(Stored items)
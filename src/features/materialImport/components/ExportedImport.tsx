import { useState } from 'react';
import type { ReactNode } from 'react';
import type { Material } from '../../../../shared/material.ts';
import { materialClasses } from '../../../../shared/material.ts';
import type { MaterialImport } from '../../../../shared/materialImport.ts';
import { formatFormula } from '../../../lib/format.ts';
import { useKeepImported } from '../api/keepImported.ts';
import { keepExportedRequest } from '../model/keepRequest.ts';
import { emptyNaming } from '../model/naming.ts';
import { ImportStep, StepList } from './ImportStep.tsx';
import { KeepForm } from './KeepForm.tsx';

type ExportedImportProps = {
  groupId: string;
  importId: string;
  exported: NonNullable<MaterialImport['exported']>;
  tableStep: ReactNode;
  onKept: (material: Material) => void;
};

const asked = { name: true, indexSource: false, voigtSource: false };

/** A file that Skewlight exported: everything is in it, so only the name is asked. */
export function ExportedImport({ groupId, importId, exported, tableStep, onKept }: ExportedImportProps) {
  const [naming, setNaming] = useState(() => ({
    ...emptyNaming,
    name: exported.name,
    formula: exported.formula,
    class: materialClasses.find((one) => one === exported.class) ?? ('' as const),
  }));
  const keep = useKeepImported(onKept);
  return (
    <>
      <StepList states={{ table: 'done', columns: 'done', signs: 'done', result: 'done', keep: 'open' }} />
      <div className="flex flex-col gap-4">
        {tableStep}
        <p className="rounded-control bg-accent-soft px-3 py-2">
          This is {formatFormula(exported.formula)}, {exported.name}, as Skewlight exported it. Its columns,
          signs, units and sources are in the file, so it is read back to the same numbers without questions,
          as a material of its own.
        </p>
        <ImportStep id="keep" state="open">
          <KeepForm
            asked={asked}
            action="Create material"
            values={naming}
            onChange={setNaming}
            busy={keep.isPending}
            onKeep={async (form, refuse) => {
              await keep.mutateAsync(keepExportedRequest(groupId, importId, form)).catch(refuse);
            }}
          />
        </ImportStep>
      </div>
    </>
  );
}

...

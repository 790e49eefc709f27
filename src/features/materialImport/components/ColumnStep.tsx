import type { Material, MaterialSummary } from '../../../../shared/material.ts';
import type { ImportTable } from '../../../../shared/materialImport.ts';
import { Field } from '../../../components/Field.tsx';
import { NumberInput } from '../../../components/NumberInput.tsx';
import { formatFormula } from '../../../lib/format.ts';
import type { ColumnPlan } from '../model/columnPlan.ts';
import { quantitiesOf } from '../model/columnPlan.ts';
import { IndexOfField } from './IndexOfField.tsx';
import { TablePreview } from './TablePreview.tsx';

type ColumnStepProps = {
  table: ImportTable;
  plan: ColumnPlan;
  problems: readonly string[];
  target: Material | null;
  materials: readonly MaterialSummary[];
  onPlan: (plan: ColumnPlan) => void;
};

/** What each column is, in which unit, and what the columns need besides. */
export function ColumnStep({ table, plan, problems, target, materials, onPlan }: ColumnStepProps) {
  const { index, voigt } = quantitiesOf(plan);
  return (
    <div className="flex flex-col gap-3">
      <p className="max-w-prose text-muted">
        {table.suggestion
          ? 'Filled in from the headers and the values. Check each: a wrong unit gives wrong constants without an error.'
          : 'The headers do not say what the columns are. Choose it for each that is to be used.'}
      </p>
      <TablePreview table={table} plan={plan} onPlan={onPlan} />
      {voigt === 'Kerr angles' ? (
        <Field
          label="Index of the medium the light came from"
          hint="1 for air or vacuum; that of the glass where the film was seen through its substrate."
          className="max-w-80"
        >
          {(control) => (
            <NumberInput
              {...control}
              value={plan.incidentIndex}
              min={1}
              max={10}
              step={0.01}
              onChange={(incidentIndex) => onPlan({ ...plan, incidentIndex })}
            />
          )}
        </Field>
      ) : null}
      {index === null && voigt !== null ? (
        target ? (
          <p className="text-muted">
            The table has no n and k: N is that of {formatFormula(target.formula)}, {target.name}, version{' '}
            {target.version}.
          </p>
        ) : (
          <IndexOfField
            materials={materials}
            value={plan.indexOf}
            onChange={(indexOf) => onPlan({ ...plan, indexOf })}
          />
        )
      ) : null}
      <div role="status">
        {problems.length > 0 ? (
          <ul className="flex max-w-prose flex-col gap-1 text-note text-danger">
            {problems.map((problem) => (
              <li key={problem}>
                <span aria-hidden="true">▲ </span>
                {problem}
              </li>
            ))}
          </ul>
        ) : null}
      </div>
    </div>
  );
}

==

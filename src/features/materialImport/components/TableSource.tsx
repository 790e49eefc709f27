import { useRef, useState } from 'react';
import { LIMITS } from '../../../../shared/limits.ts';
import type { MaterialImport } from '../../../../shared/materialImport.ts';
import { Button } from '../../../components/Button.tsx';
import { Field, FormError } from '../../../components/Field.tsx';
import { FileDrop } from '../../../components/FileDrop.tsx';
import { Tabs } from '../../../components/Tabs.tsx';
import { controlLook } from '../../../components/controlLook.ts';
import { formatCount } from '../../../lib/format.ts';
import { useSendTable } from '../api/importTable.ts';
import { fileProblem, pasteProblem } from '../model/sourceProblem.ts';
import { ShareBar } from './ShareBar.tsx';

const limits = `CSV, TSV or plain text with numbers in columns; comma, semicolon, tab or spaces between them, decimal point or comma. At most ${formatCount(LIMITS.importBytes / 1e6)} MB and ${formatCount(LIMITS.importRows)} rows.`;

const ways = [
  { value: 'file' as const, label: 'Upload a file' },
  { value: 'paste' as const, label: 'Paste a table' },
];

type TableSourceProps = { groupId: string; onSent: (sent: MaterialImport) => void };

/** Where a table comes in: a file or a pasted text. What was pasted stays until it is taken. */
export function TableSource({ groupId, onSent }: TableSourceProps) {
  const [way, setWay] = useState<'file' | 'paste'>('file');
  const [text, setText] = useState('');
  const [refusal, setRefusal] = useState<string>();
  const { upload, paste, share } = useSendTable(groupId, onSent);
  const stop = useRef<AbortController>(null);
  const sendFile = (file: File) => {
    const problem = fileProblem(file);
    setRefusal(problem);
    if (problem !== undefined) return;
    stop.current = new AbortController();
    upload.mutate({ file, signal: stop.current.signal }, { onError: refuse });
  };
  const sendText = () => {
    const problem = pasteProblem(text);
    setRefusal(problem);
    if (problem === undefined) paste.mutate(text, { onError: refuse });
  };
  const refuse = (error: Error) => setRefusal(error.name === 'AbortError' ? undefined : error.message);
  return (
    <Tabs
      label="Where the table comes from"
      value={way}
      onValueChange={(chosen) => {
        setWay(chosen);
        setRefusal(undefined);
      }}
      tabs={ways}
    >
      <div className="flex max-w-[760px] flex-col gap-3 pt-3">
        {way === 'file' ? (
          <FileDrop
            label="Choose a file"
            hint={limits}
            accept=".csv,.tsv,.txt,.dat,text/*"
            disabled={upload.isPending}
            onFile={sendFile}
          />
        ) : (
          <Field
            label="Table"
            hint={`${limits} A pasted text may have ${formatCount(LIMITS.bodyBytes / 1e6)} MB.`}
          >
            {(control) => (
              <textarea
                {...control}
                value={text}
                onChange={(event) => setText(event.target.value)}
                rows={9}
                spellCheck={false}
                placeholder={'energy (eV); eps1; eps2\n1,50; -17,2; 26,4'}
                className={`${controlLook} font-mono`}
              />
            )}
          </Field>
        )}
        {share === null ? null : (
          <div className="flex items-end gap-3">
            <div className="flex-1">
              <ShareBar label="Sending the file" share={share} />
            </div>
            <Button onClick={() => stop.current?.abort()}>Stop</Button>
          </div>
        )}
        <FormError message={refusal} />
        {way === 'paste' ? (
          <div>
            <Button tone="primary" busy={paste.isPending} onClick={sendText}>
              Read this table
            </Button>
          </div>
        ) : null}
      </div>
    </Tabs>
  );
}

**Exercise brief**
What lines in the data above carry "each"? Return them all.

**Output of the exercise**
/** What each column is, in which unit, and what the columns need besides. */
          ? 'Filled in from the headers and the values. Check each: a wrong unit gives wrong constants without an error.'
          : 'The headers do not say what the columns are. Choose it for each that is to be used.'}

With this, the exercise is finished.